Patrick was a late entry to an already-crowded field, and he struggled to gain traction for his candidacy. He never topped 1 percent in FiveThirtyEight’s national polling average, and in South Carolina, according to FiveThirtyEight, he was polling at one-tenth of a percent before ending his campaign.

A moderate, Patrick emphasized his extensive experience in government, as the two-term governor of Massachusetts, and in business, including with the private equity firm Bain Capital. He presented himself as an alternative to fellow candidates former Vice President Joe Biden, former South Bend, Indiana, Mayor Pete Buttigieg, and Minnesota Sen. Amy Klobuchar, but found little room to run in a crowded moderate lane.

Patrick also hoped his biography would distinguish him from the rest of the field. The former governor grew up in a low-income household on the South Side of Chicago and was the first in his family to attend college; he eventually earned a law degree from Harvard University.

Patrick announced that he was suspending his campaign in a statement to supporters Wednesday morning.

He said that his disappointing finish in New Hampshire was “not enough for us to create the practical wind at the campaign’s back to go on to the next round of voting.”

Patrick was once seen as a strong candidate but entered the race too late

Patrick considered entering the race as far back as August 2017; then, Edward-Isaac Dovere of Politico reported that “Barack Obama is nudging him to run” and referred to Patrick as “Obama world’s clear and away 2020 favorite.” However, his wife’s cancer diagnosis, among other factors, derailed any plans he might have had for an early entry into the race.

“I planned on announcing a year ago,” Patrick said in a recent campaign video, “but life had other ideas.”

It took him until November 14, 2019 — less than three months from the Iowa caucuses — to finally announce his candidacy.

Now cancer-free, Diane Patrick says she urged her husband to jump into the race. Because of his late entry, his campaign focused much of its energy on New Hampshire — which neighbors Patrick’s adopted home state of Massachusetts — and on South Carolina, rather than going all-in on Iowa like many of his rivals.
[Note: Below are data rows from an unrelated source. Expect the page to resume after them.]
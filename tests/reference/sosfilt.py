"""Writes sosfilt.json: seeded noise filtered by scipy.signal.sosfilt through a
6th-order Butterworth low-pass (1 kHz) and a peaking section (cookbook, 3 kHz, Q 2,
+6 dB) at 48 kHz, to check tonewright's float64 engine.

Run: python3 tests/reference/sosfilt.py  (numpy, scipy)
"""
import json
import math
import os

import numpy as np
import scipy
import scipy.signal

RATE = 48000.0
sos = scipy.signal.butter(6, 1000.0, fs=RATE, output="sos")
A = 10 ** (6.0 / 40)
w0 = 2 * math.pi * 3000.0 / RATE
alpha = math.sin(w0) / (2 * 2.0)
a0 = 1 + alpha / A
peak = [(1 + alpha * A) / a0, -2 * math.cos(w0) / a0, (1 - alpha * A) / a0,
        1.0, -2 * math.cos(w0) / a0, (1 - alpha / A) / a0]
sos = np.vstack([sos, peak])
x = np.random.default_rng(20260101).uniform(-0.5, 0.5, 3000)
y = scipy.signal.sosfilt(sos, x)
out = {
    "generated": "tests/reference/sosfilt.py; scipy %s, numpy %s; do not edit"
    % (scipy.__version__, np.__version__),
    "rate": RATE,
    "sections": [{"b": [float(v) for v in s[:3]], "a": [float(s[4]), float(s[5])]} for s in sos],
    "input": [float(v) for v in x],
    "output": [float(v) for v in y],
}
path = os.path.join(os.path.dirname(os.path.abspath(__file__)), "sosfilt.json")
with open(path, "w") as f:
    json.dump(out, f)
    f.write("\n")
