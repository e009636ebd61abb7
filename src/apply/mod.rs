//! Running a design over WAV recordings, for listening and measuring.
//!
//! In: a design, knob settings, WAV files. Out: filtered WAV files (the target's
//! arithmetic, optionally also f64 and the fixed-minus-float residual) and a
//! [`FileReport`] per file. Files stream in blocks of [`BLOCK_FRAMES`] frames, so memory
//! stays flat with file length; every channel has its own filter state. The design is
//! discretized at the file's rate unless the command line or the design pins one
//! (a mismatch is reported). Outputs appear only when complete (see
//! [`crate::atomic_file`]); inputs are never written.
//!
//! # References
//! 1. S. P. Lipshitz, R. A. Wannamaker, J. Vanderkooy, "Quantization and dither: a
//!    theoretical survey", JAES 40(5), 1992 (TPDF dither when narrowing the output).
//! 2. G. Goertzel, "An algorithm for the evaluation of finite trigonometric series",
//!    American Mathematical Monthly 65(1), 1958 (the rejection measurement).

mod blocks;
mod rejection;
mod report;
mod run;

pub use blocks::BLOCK_FRAMES;
pub use rejection::{stop_frequency, StopBand, BAND_REJECT_DB};
pub use report::{FileReport, Rejection};
pub use run::{apply_file, check_batch, ApplyOptions, Outputs};
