@pytest.mark.parametrize(
    "file, edit, row, column, word", RULE_CASES, ids=[f"{c[0]}:{c[3]}:{c[4]}" for c in RULE_CASES]
)
def test_each_rule_reports_file_row_and_column(tiny, file, edit, row, column, word):
    """One bad value per rule is reported with the right file, row and column and a message that says what is
    expected (docs/input_format.md for the format; the plausibility ranges are the project's, common practice)."""
    edit(tiny / file)
    problems = io.validate_scenario(tiny)
    assert _find(problems, file, row, column, word), "\n".join(map(str, problems))


def test_kwh_written_as_mwh_gets_a_unit_hint(tiny):
    """A district demand far above any plausible total (> 10 TWh/a) or density (> 2e6 MWh/km²) says it looks like
    kWh: a factor of 1000 is the usual slip (project rule, thresholds: common practice)."""
    _edit_feature(tiny / "districts.geojson", 1, "heat_demand_mwh_per_a", 20000 * 1000)  # 20 TWh/a
    _edit_feature(tiny / "districts.geojson", 2, "heat_demand_mwh_per_a", 8000 * 1000)  # 8 TWh/a on ~0.8 km²
    problems = io.validate_scenario(tiny)
    assert _find(problems, "districts.geojson", 1, "heat_demand_mwh_per_a", "kWh instead of MWh")
    assert _find(problems, "districts.geojson", 2, "heat_demand_mwh_per_a", "per km²")


def test_hourly_files_must_match_hourly_csv(tiny):
    """heat_demand_hourly.csv must have as many rows as hourly.csv (docs/input_format.md: 'the rows follow the
    rules of hourly.csv'). hourly.csv is extended to a leap year (8784 rows) and the demand file is not."""
    path = tiny / "hourly.csv"
    lines = path.read_text(encoding="utf-8").splitlines()
    last = lines[-1].split(",")
    extra = [",".join([str(8760 + h)] + last[1:]) for h in range(24)]
    path.write_text("\n".join(lines + extra) + "\n", encoding="utf-8")
    problems = io.validate_scenario(tiny)
    assert _find(problems, "heat_demand_hourly.csv", None, None, "8784")
    assert _find(problems, "groundwater_temp_hourly.csv", None, None, "8784")


def test_rows_count_as_a_spreadsheet_shows_them(tiny):
    """A blank line still takes a row number, as in a spreadsheet, and trailing blank lines are not hours
    (docs/input_format.md: header = row 1)."""
    path = tiny / "wells.csv"
    lines = path.read_text(encoding="utf-8").splitlines()
    lines.insert(2, "")
    lines[4] = lines[4].replace(",30,", ",thirty,")  # w3 now on sheet row 5
    path.write_text("\n".join(lines) + "\n", encoding="utf-8")
    hourly = tiny / "hourly.csv"
    hourly.write_text(hourly.read_text(encoding="utf-8") + "\n\n,,,,,\n", encoding="utf-8")
    problems = io.validate_scenario(tiny)
    assert [(p.file, p.row, p.column) for p in problems] == [("wells.csv", 5, "permit_flow_m3_per_h")]


def test_bad_cells_are_summed_up_after_a_few(tiny):
    """A whole column of text gives a few located messages and one summary line, not 8760 lines (project rule:
    messages a planner can read)."""
    path = tiny / "hourly.csv"
    lines = path.read_text(encoding="utf-8").splitlines()
    lines = [lines[0]] + [line.rsplit(",", 1)[0] + ",high" for line in lines[1:]]
    path.write_text("\n".join(lines) + "\n", encoding="utf-8")
    problems = [p for p in io.validate_scenario(tiny) if p.column == "network_co2_kg_per_mwh"]
    assert len(problems) == CELL_REPORT_LIMIT + 1
    assert [p.row for p in problems[:3]] == [2, 3, 4]
    assert "8755 more rows" in problems[-1].message
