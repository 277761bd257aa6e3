using Microsoft.AspNetCore.Http;
using Microsoft.AspNetCore.Http.Metadata;
using Microsoft.AspNetCore.Routing;

namespace DriftWatch.Dashboard.Api;

/// <summary>GET /api: what the dashboard serves, so a script can find the JSON endpoints without the docs.</summary>
internal sealed record ApiIndexResponse(IReadOnlyList<ApiEndpointJson> Endpoints);

/// <summary>One route: its methods, its path pattern ("/api/pairs/{name}/runs") and what it answers.</summary>
internal sealed record ApiEndpointJson(IReadOnlyList<string> Methods, string Path, string? Description);

/// <summary>
/// Builds the index from the routes actually mapped (not a list kept by hand), so a new endpoint appears in it
/// by being mapped. Assets and the sign-in form are left out: they are for the pages, not for scripts.
/// </summary>
internal static class ApiIndex
{
    public static ApiIndexResponse Build(EndpointDataSource endpoints)
    {
        ArgumentNullException.ThrowIfNull(endpoints);
        var rows = new List<ApiEndpointJson>();
        foreach (var endpoint in endpoints.Endpoints.OfType<RouteEndpoint>())
        {
            var path = "/" + (endpoint.RoutePattern.RawText ?? string.Empty).TrimStart('/');
            if (path.StartsWith("/assets", StringComparison.Ordinal) || path.StartsWith("/login", StringComparison.Ordinal) || path.StartsWith("/logout", StringComparison.Ordinal))
            {
                continue;
            }

            var methods = endpoint.Metadata.GetMetadata<IHttpMethodMetadata>()?.HttpMethods ?? [];
            rows.Add(new ApiEndpointJson([.. methods.Order(StringComparer.Ordinal)], path, endpoint.Metadata.GetMetadata<IEndpointDescriptionMetadata>()?.Description));
        }

        return new ApiIndexResponse([.. rows.OrderBy(r => r.Path, StringComparer.Ordinal)]);
    }
}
Patrick’s entry into the race may have been in part precipitated by concerns from the Democratic donor class: Politico reported in early November, days before Patrick announced, that “top Democratic donors became increasingly concerned with the field,” and particularly with Biden’s capacity to serve as the party’s moderate standard-bearer.
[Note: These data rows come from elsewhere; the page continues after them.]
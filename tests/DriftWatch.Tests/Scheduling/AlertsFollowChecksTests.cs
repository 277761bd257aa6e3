using DriftWatch.Configuration;
using DriftWatch.Core.Findings;
using DriftWatch.Hosting;
using DriftWatch.Store;
using Microsoft.Data.Sqlite;
using Microsoft.Extensions.DependencyInjection;

namespace DriftWatch.Tests.Scheduling;

/// <summary>
/// The real worker host (Quartz, SQLite source and store): a pair's check fires alert evaluation at once, so alert
/// states, and the /metrics gauge read from them, follow the checks instead of the alert job's interval.
/// </summary>
public sealed class AlertsFollowChecksTests : IDisposable
{
    private readonly string _folder = Path.Combine(Path.GetTempPath(), "dw-follow-" + Guid.NewGuid().ToString("N"));

    [Fact]
    public async Task EachCheck_IsJudgedRightAway_EvenWhenTheAlertIntervalIsAnHour()
    {
        Directory.CreateDirectory(_folder);
        using (var connection = new SqliteConnection($"Data Source={Path.Combine(_folder, "source.db")}"))
        {
            connection.Open();
            using var command = connection.CreateCommand();
            // y is copied from x on every row: perfect_relationship on its own profile, a warning (common practice:
            // a copied column is a derived one); a warning is confirmed after two runs in a row by default.
            command.CommandText = "CREATE TABLE t (a REAL, b REAL); WITH RECURSIVE n(i) AS (SELECT 1 UNION ALL SELECT i + 1 FROM n WHERE i < 50) INSERT INTO t SELECT i, i FROM n;";
            command.ExecuteNonQuery();
        }

        var yaml = $"""
            sources:
              - name: src
                kind: sqlite
                connection: source.db
            store:
              connection: store.db
            pairs:
              - name: a-vs-b
                source: src
                table: t
                x: a
                y: b
                schedule: "* * * * * ?"
            dashboard:
              enabled: false
            """;
        var loaded = ConfigLoader.Parse(yaml, "worker.yaml", _ => null, _folder);
        Assert.True(loaded.Ok, string.Join("\n", loaded.Errors));

        // The interval job fires once at start (before any run exists) and then not for an hour: only the checks
        // themselves can bring their runs to the alert lifecycle within this test.
        await using var app = WorkerHost.Build(loaded.Config!, new WorkerHostOptions { AlertEvery = TimeSpan.FromHours(1) });
        await app.StartAsync();
        var alerts = app.Services.GetRequiredService<IAlertStore>();
        Core.Alerting.AlertState? alert = null;
        for (var i = 0; i < 300 && alert is not { ConsecutiveRuns: >= 2 }; i++)
        {
            alert = (await alerts.GetOpenAlertsAsync(["a-vs-b"], CancellationToken.None)).SingleOrDefault(a => a.Kind == FindingKind.PerfectRelationship);
            await Task.Delay(100);
        }

        await app.StopAsync();

        Assert.NotNull(alert);
        // Two runs in a row carried the kind, each judged after its own check: the second confirms the warning.
        Assert.True(alert.ConsecutiveRuns >= 2, $"the alert saw {alert.ConsecutiveRuns} run(s)");
        Assert.Equal(Core.Alerting.AlertStatus.Confirmed, alert.Status);
    }

    public void Dispose()
    {
        SqliteConnection.ClearAllPools();
        Directory.Delete(_folder, recursive: true);
    }
}
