using DriftWatch.Alerting.Channels;
using DriftWatch.Alerting.Channels.Smtp;
using DriftWatch.Core.Alerting;
using DriftWatch.Core.Configuration;
using DriftWatch.FaultTests.Infrastructure;
using MimeKit;

namespace DriftWatch.FaultTests.Mail;

/// <summary>
/// The SMTP channel over TLS against a real server (the SmtpServer package on loopback) whose certificate a
/// certificate authority made in the test issued: STARTTLS as on the submission port (587, RFC 6409 / RFC 3207)
/// and TLS from the first byte as on port 465 (RFC 8314). The authority is trusted only through ca_file.
/// </summary>
public sealed class SmtpTlsTests : IDisposable
{
    private readonly TestAuthority _authority = new("DriftWatch fault-test authority");
    private readonly TestAuthority _stranger = new("Some other authority");
    private readonly string _folder = Path.Combine(Path.GetTempPath(), "dw-tls-" + Guid.NewGuid().ToString("N"));

    public SmtpTlsTests() => Directory.CreateDirectory(_folder);

    [Fact]
    public async Task StartTls_ServerCertificateFromTrustedCaFile_Delivers()
    {
        using var certificate = _authority.IssueServerCertificate();
        await using var server = await LoopbackSmtpServer.StartAsync(certificate);

        await SendAsync(Config(server.Port, SmtpSecurity.StartTls, _authority.WritePem(Path.Combine(_folder, "ca.pem"))), "dw-starttls@driftwatch.local");

        Assert.Equal(["dw-starttls@driftwatch.local"], server.ReceivedIds);
    }

    [Fact]
    public async Task ImplicitTls_ServerCertificateFromTrustedCaFile_Delivers()
    {
        using var certificate = _authority.IssueServerCertificate();
        await using var server = await LoopbackSmtpServer.StartAsync(certificate, implicitTls: true);

        await SendAsync(Config(server.Port, SmtpSecurity.Tls, _authority.WritePem(Path.Combine(_folder, "ca.pem"))), "dw-tls@driftwatch.local");

        Assert.Equal(["dw-tls@driftwatch.local"], server.ReceivedIds);
    }

    [Fact]
    public async Task StartTls_PrivateCaNotTrusted_FailsInOneLineAndSendsNothing()
    {
        using var certificate = _authority.IssueServerCertificate();
        await using var server = await LoopbackSmtpServer.StartAsync(certificate);

        // No ca_file: the system's roots, which do not hold the test authority.
        var error = await Assert.ThrowsAsync<ChannelUnavailableException>(() => SendAsync(Config(server.Port, SmtpSecurity.StartTls, caFile: null), "dw-untrusted@driftwatch.local"));

        Assert.DoesNotContain('\n', error.Message);
        Assert.StartsWith($"SMTP server 127.0.0.1:{server.Port} (StartTls) unavailable: TLS handshake failed: the server's certificate (issuer CN=DriftWatch fault-test authority) is not trusted by the system's certificate authorities", error.Message, StringComparison.Ordinal);
        Assert.Empty(server.ReceivedIds);
    }

    [Fact]
    public async Task ImplicitTls_CaFileOfAnotherAuthority_FailsInOneLineAndSendsNothing()
    {
        using var certificate = _authority.IssueServerCertificate();
        await using var server = await LoopbackSmtpServer.StartAsync(certificate, implicitTls: true);

        var error = await Assert.ThrowsAsync<ChannelUnavailableException>(() =>
            SendAsync(Config(server.Port, SmtpSecurity.Tls, _stranger.WritePem(Path.Combine(_folder, "other.pem"))), "dw-other@driftwatch.local"));

        Assert.DoesNotContain('\n', error.Message);
        Assert.StartsWith($"SMTP server 127.0.0.1:{server.Port} (Tls) unavailable: TLS handshake failed: the server's certificate (issuer CN=DriftWatch fault-test authority) is not trusted by the authorities of ca_file (", error.Message, StringComparison.Ordinal);
        Assert.Empty(server.ReceivedIds);
    }

    [Fact]
    public async Task StartTls_ServerWithoutStartTls_FailsClearlyInsteadOfSendingInClearText()
    {
        // No certificate: the server does not offer STARTTLS at all.
        await using var server = await LoopbackSmtpServer.StartAsync();

        var error = await Assert.ThrowsAsync<ChannelUnavailableException>(() => SendAsync(Config(server.Port, SmtpSecurity.StartTls, caFile: null), "dw-plain@driftwatch.local"));

        Assert.Equal($"SMTP server 127.0.0.1:{server.Port} (StartTls) unavailable: it does not offer STARTTLS, which security: starttls requires", error.Message);
        Assert.Empty(server.ReceivedIds);
    }

    public void Dispose()
    {
        _authority.Dispose();
        _stranger.Dispose();
        Directory.Delete(_folder, recursive: true);
    }

    private static SmtpConfig Config(int port, SmtpSecurity security, string? caFile) => new()
    {
        Host = "127.0.0.1",
        Port = port,
        Security = security,
        CaFile = caFile,
        From = "DriftWatch <driftwatch@depot.example>",
    };

    private static async Task SendAsync(SmtpConfig smtp, string messageId)
    {
        using var message = new MimeMessage();
        message.From.Add(MailboxAddress.Parse(smtp.From));
        message.To.Add(MailboxAddress.Parse("fleet@depot.example"));
        message.Subject = "TLS delivery";
        message.MessageId = messageId;
        message.Body = new TextPart("plain") { Text = "A message over TLS." };
        using var bytes = new MemoryStream();
        await message.WriteToAsync(bytes);
        var entry = new OutboxEntry(1, messageId, "fleet", ChannelKind.Smtp, DateTimeOffset.UnixEpoch, DateTimeOffset.UnixEpoch, 0, null, null, message.Subject, ["fleet@depot.example"], bytes.ToArray());
        var list = new MailingListConfig { Name = "fleet", Recipients = ["fleet@depot.example"] };
        await new SmtpAlertChannel(smtp, TimeSpan.FromSeconds(30)).SendAsync(entry, list, CancellationToken.None);
    }
}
Nonetheless, many in the Democratic Party worried — perhaps rightly, following Patrick’s early exit from the race — that it was simply too late for a new face to join the field.

“I think Deval Patrick makes an excellent candidate,” South Carolina state Sen. Marlon Kimpson told the New York Times in November. “However, I am very, very concerned that he simply will not have enough time to make the case in the state of South Carolina.”
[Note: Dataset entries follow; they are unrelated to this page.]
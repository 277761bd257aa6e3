using System.CommandLine;

namespace DriftWatch.Calibration.Running;

/// <summary>
/// What one calibration run simulates. Days count from 1; days 1..BaselineDays build the baseline (the default
/// <c>first_runs: 5</c>), the rest are monitored; faults start on <see cref="FaultDay"/> and last to the end.
/// </summary>
/// <param name="Postgres">An Npgsql connection string of a server where the run may CREATE DATABASE; null: a SQLite source.</param>
/// <param name="Quick">Each fault type at its main size only, and no 300k-row table.</param>
internal sealed record CalibrationOptions(
    int PairsPerFamily,
    int Days,
    int BaselineDays,
    int FaultDay,
    int Seed,
    string? Postgres,
    string? JsonPath,
    bool Quick)
{
    /// <summary>Leave the run's folder (source, store, configuration) in place and print its path, to look at with <c>driftwatch history</c>.</summary>
    public bool Keep { get; init; }

    public const int DefaultPairsPerFamily = 10;
    public const int DefaultDays = 25;
    public const int DefaultBaselineDays = 5;
    public const int DefaultFaultDay = 10;
    public const int DefaultSeed = 20_260_302;

    public const int QuickPairsPerFamily = 3;
    public const int QuickDays = 10;
    public const int QuickFaultDay = 7;

    /// <summary>The environment variable read by <c>--postgres</c>.</summary>
    public const string PostgresVariable = "DRIFTWATCH_BENCH_PG";

    public static CalibrationOptions Full { get; } = new(DefaultPairsPerFamily, DefaultDays, DefaultBaselineDays, DefaultFaultDay, DefaultSeed, null, null, false);

    /// <summary>The small preset the test suite runs: 3 pairs per family, 5 baseline + 5 monitored days, faults from day 7.</summary>
    public static CalibrationOptions QuickPreset { get; } = new(QuickPairsPerFamily, QuickDays, DefaultBaselineDays, QuickFaultDay, DefaultSeed, null, null, true);

    public int MonitoredDays => Days - BaselineDays;

    /// <returns>Problems with the options, empty when they can run.</returns>
    public IReadOnlyList<string> Problems()
    {
        var problems = new List<string>();
        if (PairsPerFamily < 1)
        {
            problems.Add($"--pairs-per-family must be at least 1, was {PairsPerFamily}");
        }

        if (BaselineDays < 1)
        {
            problems.Add($"--baseline-days must be at least 1, was {BaselineDays}");
        }

        if (Days <= BaselineDays)
        {
            problems.Add($"--days must exceed --baseline-days ({BaselineDays}), was {Days}");
        }

        if (FaultDay <= BaselineDays || FaultDay > Days)
        {
            problems.Add($"--fault-day must be a monitored day ({BaselineDays + 1}–{Days}), was {FaultDay}");
        }

        return problems;
    }

    /// <summary>The command line of <c>calibrate</c>; <c>--quick</c> changes the defaults of the options not given.</summary>
    public static RootCommand Command(Func<CalibrationOptions, CancellationToken, Task<int>> run)
    {
        var pairs = new Option<int?>("--pairs-per-family") { Description = $"Healthy pairs of each family (default {DefaultPairsPerFamily}, quick {QuickPairsPerFamily})." };
        var days = new Option<int?>("--days") { Description = $"Simulated days, baseline included (default {DefaultDays}, quick {QuickDays})." };
        var baseline = new Option<int>("--baseline-days") { Description = "Days that build the baseline (first_runs).", DefaultValueFactory = _ => DefaultBaselineDays };
        var faultDay = new Option<int?>("--fault-day") { Description = $"The day faults start (default {DefaultFaultDay}, quick {QuickFaultDay})." };
        var seed = new Option<int>("--seed") { Description = "Seed of every generator.", DefaultValueFactory = _ => DefaultSeed };
        var postgres = new Option<bool>("--postgres") { Description = $"Load the source data into a new PostgreSQL database on the server of {PostgresVariable} instead of a SQLite file." };
        var json = new Option<string?>("--json") { Description = "Also write the results as JSON to this file." };
        var quick = new Option<bool>("--quick") { Description = "The small preset: few pairs, each fault type at its main size, fewer days." };
        var keep = new Option<bool>("--keep") { Description = "Keep the run's folder (SQLite source and store, driftwatch.yaml) and print its path, to inspect runs with 'driftwatch history PAIR --config …'." };
        var command = new RootCommand("Calibration: healthy pair families and injected faults, day by day through the production check path; false findings, confirmed alerts and detection read back from the store.")
        {
            pairs, days, baseline, faultDay, seed, postgres, json, quick, keep,
        };
        command.SetAction((parse, ct) =>
        {
            var q = parse.GetValue(quick);
            string? pg = null;
            if (parse.GetValue(postgres))
            {
                pg = Environment.GetEnvironmentVariable(PostgresVariable);
                if (string.IsNullOrEmpty(pg))
                {
                    Console.Error.WriteLine($"--postgres needs {PostgresVariable}: an Npgsql connection string of a server where the run may CREATE DATABASE.");
                    return Task.FromResult(2);
                }
            }

            return run(
                new CalibrationOptions(
                    parse.GetValue(pairs) ?? (q ? QuickPairsPerFamily : DefaultPairsPerFamily),
                    parse.GetValue(days) ?? (q ? QuickDays : DefaultDays),
                    parse.GetValue(baseline),
                    parse.GetValue(faultDay) ?? (q ? QuickFaultDay : DefaultFaultDay),
                    parse.GetValue(seed),
                    pg,
                    parse.GetValue(json),
                    q)
                {
                    Keep = parse.GetValue(keep),
                },
                ct);
        });
        return command;
    }
}
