using System.Globalization;
using DriftWatch.Calibration.Faults;
using DriftWatch.Calibration.Generation;

namespace DriftWatch.Calibration.Running;

/// <summary>
/// The pairs of a run and its calendar: healthy pairs family by family, then one faulty pair per fault case.
/// Variants (curved, discrete) and storage styles alternate within a family so both of each appear.
/// </summary>
internal sealed record CalibrationPlan(CalibrationOptions Options, IReadOnlyList<CalibrationPair> Pairs, IReadOnlyList<FaultCase> Faults)
{
    /// <summary>Day 1; a Monday, so weekly cycles start at the week's start.</summary>
    public static readonly DateOnly FirstDate = new(2026, 3, 2);

    /// <summary>Each day's check runs at 23:30 UTC, after that day's load (rows carry times from 00:00 to 23:00).</summary>
    public static readonly TimeSpan CheckTimeOfDay = new(23, 30, 0);

    public static CalibrationPlan Build(CalibrationOptions options)
    {
        ArgumentNullException.ThrowIfNull(options);
        var pairs = new List<CalibrationPair>();
        foreach (var family in HealthyFamilies.All)
        {
            for (var j = 0; j < options.PairsPerFamily; j++)
            {
                var index = pairs.Count;
                var shape = PairShapes.Draw(family, j % 2, Seeds.Random(options.Seed, index, -1));
                pairs.Add(new CalibrationPair(index, string.Create(CultureInfo.InvariantCulture, $"h-{HealthyFamilies.Name(family)}-{j + 1:00}"), Table(index), shape, Style(j), null));
            }
        }

        var faults = options.Quick ? FaultCatalog.Quick() : FaultCatalog.Full();
        for (var m = 0; m < faults.Count; m++)
        {
            var fault = faults[m];
            var index = pairs.Count;
            var shape = PairShapes.Draw(fault.Host, m % 2, Seeds.Random(options.Seed, index, -1), fault.Rows);
            if (fault.Rows is not null)
            {
                // A total row is a fault of a fixed table size: keep the size close to what the label says.
                shape = shape with { SizeJitter = 0.03 };
            }

            pairs.Add(new CalibrationPair(index, string.Create(CultureInfo.InvariantCulture, $"f-{m + 1:00}-{Slug(fault.Label)}"), Table(index), shape, Style(m), fault));
        }

        return new CalibrationPlan(options, pairs, faults);
    }

    public static DateOnly DateOf(int day) => FirstDate.AddDays(day - 1);

    public static DateTimeOffset CheckTimeOf(int day) => new(DateOf(day).ToDateTime(TimeOnly.FromTimeSpan(CheckTimeOfDay)), TimeSpan.Zero);

    /// <summary>The simulated day a stored time belongs to (checks run at 23:30 of their day).</summary>
    public static int DayOf(DateTimeOffset at) => at.UtcDateTime.Date.Subtract(FirstDate.ToDateTime(TimeOnly.MinValue)).Days + 1;

    private static string Table(int index) => string.Create(CultureInfo.InvariantCulture, $"t{index:000}");

    private static StorageStyle Style(int j) => (j + (j / 2)) % 2 == 0 ? StorageStyle.Replaced : StorageStyle.Appended;

    private static string Slug(string label)
    {
        var chars = label.ToLowerInvariant().Select(c => char.IsAsciiLetterOrDigit(c) ? c : '-').ToArray();
        var slug = new string(chars);
        while (slug.Contains("--", StringComparison.Ordinal))
        {
            slug = slug.Replace("--", "-", StringComparison.Ordinal);
        }

        return slug.Trim('-');
    }
}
According to Patrick’s campaign manager Abe Rakov, Patrick hoped to overperform expectations in New Hampshire to gain momentum before the South Carolina primary later in the month; that momentum, however, never appeared.

An uncertain future

Patrick’s political future is unclear. Before entering the race, he was a managing director at Bain Capital. Now, though his candidacy never took off, his name could be in contention for vice president or for a Cabinet position.

The former Massachusetts governor hasn’t shown a strong affinity for the campaign trail, however, citing the “cruelty of our elections process” in his original decision not to enter the race, and he stepped away from politics for the better part of five years after his second term as governor — the only elected office he’s held — concluded in 2015.

“I believe that America is yearning for two things,” Patrick said in a statement announcing the end of his campaign. “Better outcomes and a better way.” But that belief wasn’t enough for him to catch on.

Patrick follows entrepreneur Andrew Yang and Colorado Sen. Michael Bennet out of the race, both of whom suspended their campaigns Tuesday night. His departure leaves eight candidates in contention for the Democratic nomination for president.